From Code to Performance

Optimization in Context: MPI and OpenMP

High-level parallel models: shared vs distributed

  • OpenMP (shared memory) - threads share the same address space. Use for parallelism inside a node.
  • MPI (distributed memory - proocesses have private memory; data moves by explicit messages. use for mutli-node scaling.
  • Hybrid (MPI+OpenMP) - MPI between nodes, OpenMP inside a node; often best for NUMA and reduction MPI ranks.

Design choice: if you have many cores per socket and few sockets per node, prefer fewer MPI ranks with more threads (one rank per NUMA domain or socket).

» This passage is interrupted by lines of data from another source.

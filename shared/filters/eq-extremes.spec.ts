import { webAudioResponses } from '../../tests/reference/web-audio';
import { eqBoostCaution, eqExtremes } from './eq-extremes';

describe('eqExtremes: the largest boost of the bands together, as designed', () => {
  // Independent reference: node-web-audio-api's BiquadFilterNode (lowshelf with S = 1, peaking with Q),
  // the two responses multiplied (dB added) on a fine grid around the peak; float32 inside, so 0.01 dB.
  it('a +9 dB low shelf at 30 Hz under a +12 dB peak at 40 Hz boosts 14.35 dB near 40 Hz, not 12 dB', () => {
    const filters = [
      { type: 'lowShelf' as const, frequencyHz: 30, gainDb: 9 },
      { type: 'peaking' as const, frequencyHz: 40, gainDb: 12, q: 2 },
    ];
    const x = eqExtremes(filters, 48000);
    const grid = Array.from({ length: 2001 }, (_, i) => 20 * Math.pow(4, i / 2000));
    const [shelf, peak] = webAudioResponses([
      {
        sampleRateHz: 48000,
        frequenciesHz: grid,
        biquad: { type: 'lowshelf', frequency: 30, Q: 1, gain: 9 },
      },
      {
        sampleRateHz: 48000,
        frequenciesHz: grid,
        biquad: { type: 'peaking', frequency: 40, Q: 2, gain: 12 },
      },
    ]);
    const summed = grid.map((_, i) => 20 * Math.log10(shelf.magnitude[i] * peak.magnitude[i]));
    const top = Math.max(...summed);
    expect(Math.abs(x.maxBoostDb - top)).toBeLessThan(0.01);
    expect(x.maxBoostDb).toBeGreaterThan(14.3);
    expect(Math.abs(Math.log2((x.maxBoostHz ?? 0) / grid[summed.indexOf(top)]))).toBeLessThan(1 / 48);
    // One wording for every answer: the summed figure, rounded as answers round dB and Hz.
    expect(eqBoostCaution([{ filters }], 48000)?.message).toMatch(
      /^Boosts: EQ \+14\.3\d dB at 39\.\d\d? Hz \(EQ figures are the bands together, as designed\)/,
    );
    expect(eqBoostCaution([{ channel: 'LFE1', filters, trimDb: 2 }], 48000, true)?.message).toMatch(
      /^Loading these settings puts boosts into the processor: LFE1 \(EQ \+14\.3\d dB at 39\.\d\d? Hz, trim \+2 dB\)/,
    );
  });

  it('cuts only: no boost and no caution; passes and notches are not boosts', () => {
    const cut = [{ type: 'peaking' as const, frequencyHz: 63, gainDb: -6, q: 4 }];
    expect(eqExtremes(cut, 48000)).toMatchObject({ maxBoostDb: 0, maxBoostHz: null });
    expect(eqExtremes(cut, 48000).maxCutDb).toBeCloseTo(6, 6);
    expect(eqBoostCaution([{ filters: [{ type: 'notch', frequencyHz: 60, q: 10 }] }], 48000)).toBeNull();
  });
});
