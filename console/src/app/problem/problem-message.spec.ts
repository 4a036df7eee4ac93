import { problemSummary, readProblem } from './problem-message';

describe('readProblem', () => {
  it('uses the title, detail, field errors and request id of an RFC 9457 document', () => {
    const problem = readProblem(400, {
      type: 'https://isochron.example/problems/validation',
      title: 'Invalid request',
      status: 400,
      detail: 'Two fields are invalid.',
      requestId: 'req_42',
      errors: [
        { pointer: '/filters/0/frequencyHz', message: 'must be < 24000' },
        { pointer: '/sampleRateHz', message: 'must be integer' },
      ],
    });
    expect(problem).toEqual({
      status: 400,
      title: 'Invalid request',
      detail: 'Two fields are invalid.',
      requestId: 'req_42',
      fieldErrors: [
        { pointer: '/filters/0/frequencyHz', message: 'must be < 24000' },
        { pointer: '/sampleRateHz', message: 'must be integer' },
      ],
    });
  });

  it('parses a problem document that arrives as text', () => {
    const problem = readProblem(403, '{"title":"Forbidden","status":403,"detail":"Needs the admin role."}');
    expect(problem.title).toBe('Forbidden');
    expect(problem.detail).toBe('Needs the admin role.');
  });

  it('falls back to a plain title for an HTML or empty body and never echoes the HTML', () => {
    const problem = readProblem(502, '<html><body>Bad gateway</body></html>');
    expect(problem.title).toBe('The server is not answering');
    expect(problemSummary(problem)).not.toContain('<');
    expect(readProblem(0, null).title).toBe('The server could not be reached');
    expect(readProblem(418, undefined).title).toBe('The request failed (HTTP 418)');
    expect(readProblem(507, {}).title).toBe('The server failed to handle the request');
  });

  it('drops a detail that repeats the title and tolerates malformed error entries', () => {
    const problem = readProblem(422, { title: 'Same', detail: 'Same', errors: [{ pointer: 5 }, 'x', null] });
    expect(problem.detail).toBeUndefined();
    expect(problem.fieldErrors).toEqual([{ pointer: '', message: 'is invalid' }]);
  });
});

describe('problemSummary', () => {
  it('joins title, detail and every field error into one sentence', () => {
    const text = problemSummary({
      status: 422,
      title: 'A value cannot be used',
      detail: 'Frequency at or above Nyquist.',
      fieldErrors: [
        { pointer: '/frequencyHz', message: 'must be below 24000 Hz' },
        { pointer: '', message: 'x' },
      ],
    });
    expect(text).toBe(
      'A value cannot be used — Frequency at or above Nyquist. (/frequencyHz: must be below 24000 Hz; x)',
    );
  });
});
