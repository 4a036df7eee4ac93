import { presentDb, presentHz } from '../present';
import { logFrequencyGrid } from '../dsp/grid';
import { sosMagnitudeDb, unitCircle } from '../dsp/response';
import { designBiquads, type FilterSpec } from './biquad-design';

/** Grid density for finding the largest boost and cut: 1/48 octave, plus every filter's own frequency. */
const POINTS_PER_OCTAVE = 48;
const LOWEST_HZ = 10;

export interface EqExtremes {
  /** Largest gain of the summed response, dB (0 when it never rises above 0 dB), and where. */
  maxBoostDb: number;
  maxBoostHz: number | null;
  /** Largest attenuation of the summed response as a positive number, dB, and where. */
  maxCutDb: number;
  maxCutHz: number | null;
}

/**
 * The largest boost and the largest cut of an EQ as designed: the magnitude of the cascade of all its
 * filters (a resonant high-pass boosts too; a notch next to a peak lowers it), evaluated on a 1/48-octave grid from 10 Hz to Nyquist and at each filter's own frequency. Bands
 * that overlap add up: a +9 dB low shelf and a +12 dB peak together boost more than either.
 * Accuracy: the grid can miss the top of a peak that is narrower than 1/48 octave between two points
 * only when it is not at a filter's frequency; the summed maximum of overlapping bands lies between them.
 */
export function eqExtremes(filters: readonly FilterSpec[], sampleRateHz: number): EqExtremes {
  if (filters.length === 0) return { maxBoostDb: 0, maxBoostHz: null, maxCutDb: 0, maxCutHz: null };
  const nyquist = sampleRateHz / 2;
  const grid = [
    ...logFrequencyGrid(LOWEST_HZ, nyquist * 0.999, POINTS_PER_OCTAVE),
    ...filters.map((f) => f.frequencyHz).filter((f) => f < nyquist),
  ].sort((a, b) => a - b);
  const sections = designBiquads([...filters], sampleRateHz);
  const db = sosMagnitudeDb(sections, unitCircle(grid, sampleRateHz));
  let hi = 0;
  let lo = 0;
  for (let i = 1; i < db.length; i++) {
    if (db[i] > db[hi]) hi = i;
    if (db[i] < db[lo]) lo = i;
  }
  return {
    maxBoostDb: Math.max(0, db[hi]),
    maxBoostHz: db[hi] > 0 ? grid[hi] : null,
    maxCutDb: Math.max(0, -db[lo]),
    maxCutHz: db[lo] < 0 ? grid[lo] : null,
  };
}

/** One output whose boosts a caution names: its EQ (as designed) and, for stored tunings, its trim. */
export interface BoostSource {
  /** The channel's label; absent for a lone EQ (`POST /v1/biquads`, `POST /v1/eq/fit`). */
  channel?: string;
  filters: readonly FilterSpec[];
  trimDb?: number;
}

/**
 * The one boost caution of every answer (biquads, EQ fits, plans, tunings, exports), or null when
 * nothing boosts: per output the largest boost of its EQ bands together as designed (eqExtremes) and
 * where, not the gain of the largest single band (a +9 dB shelf at 30 Hz under a +12 dB peak at 40 Hz
 * boosts 14.35 dB at 39.7 Hz), and a positive trim. `forExport`: the settings are about to reach a
 * processor.
 */
export function eqBoostCaution(
  sources: readonly BoostSource[],
  sampleRateHz: number,
  forExport = false,
): { code: 'eqBoost'; message: string } | null {
  const parts = sources.flatMap((source) => {
    const { maxBoostDb, maxBoostHz } = eqExtremes(source.filters, sampleRateHz);
    const figures = [
      ...(maxBoostDb > 0 && maxBoostHz !== null
        ? [`EQ +${presentDb(maxBoostDb)} dB at ${presentHz(maxBoostHz)} Hz`]
        : []),
      ...(source.trimDb !== undefined && source.trimDb > 0 ? [`trim +${presentDb(source.trimDb)} dB`] : []),
    ];
    if (figures.length === 0) return [];
    return [source.channel === undefined ? figures.join(', ') : `${source.channel} (${figures.join(', ')})`];
  });
  if (parts.length === 0) return null;
  return {
    code: 'eqBoost',
    message:
      (forExport ? 'Loading these settings puts boosts into the processor: ' : 'Boosts: ') +
      `${parts.join('; ')} (EQ figures are the bands together, as designed). ` +
      'Boosts, especially at low frequencies, can overdrive amplifiers and drivers: check headroom, prefer cuts, and raise the level with the system turned down.',
  };
}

If your code is memory heavy per thread, fewer threads per rank may be better.

Optimization in Context: MPI and OpenMP

  • MPI optimization focuses on reducing communication overhead and ensuring load is balanced across distributed nodes.
  • OpenMP optimization focuses on efficient use of threads, minimizing contention, and avoiding false sharing in shared memory.
  • Together, they allow HPC applications to run faster, cheaper, and more reliably at scale.

Dimensions of Optimization

To understand optimization better, let's break it into levels:

  1. Algorithmic Optimization
    • Choosing better algorithms has the largest impact.
    • Example: Fast Fourier Transform (FFT) reduces complexity from O(n²) to O(n log n).
  2. Code-Level Optimization
    • Writing efficient loops, minimizing function calls, and reusing memory buffers.
    • Example: Replacing nested loops with vectorized operations.
  3. Parallelization Optimization
    • Using MPI and OpenMP to exploit concurrency.
    • Ensuring even workload distribution and minimizing idle time.
  4. Memory Optimization
    • Reducing cache misses and improving locality of reference.
    • Aligning data with memory hierarchy (L1, L2, L3 caches).
  5. Communication Optimization
    • Reducing data transfer and grouping messages.
    • Overlapping communication with computation.
  6. Hardware-Specific Optimization
    • Tailoring software to GPUs, vectorization (AVX), and NUMA architectures.
    • Example: Using CUDA/OpenACC or CPU vector intrinsics.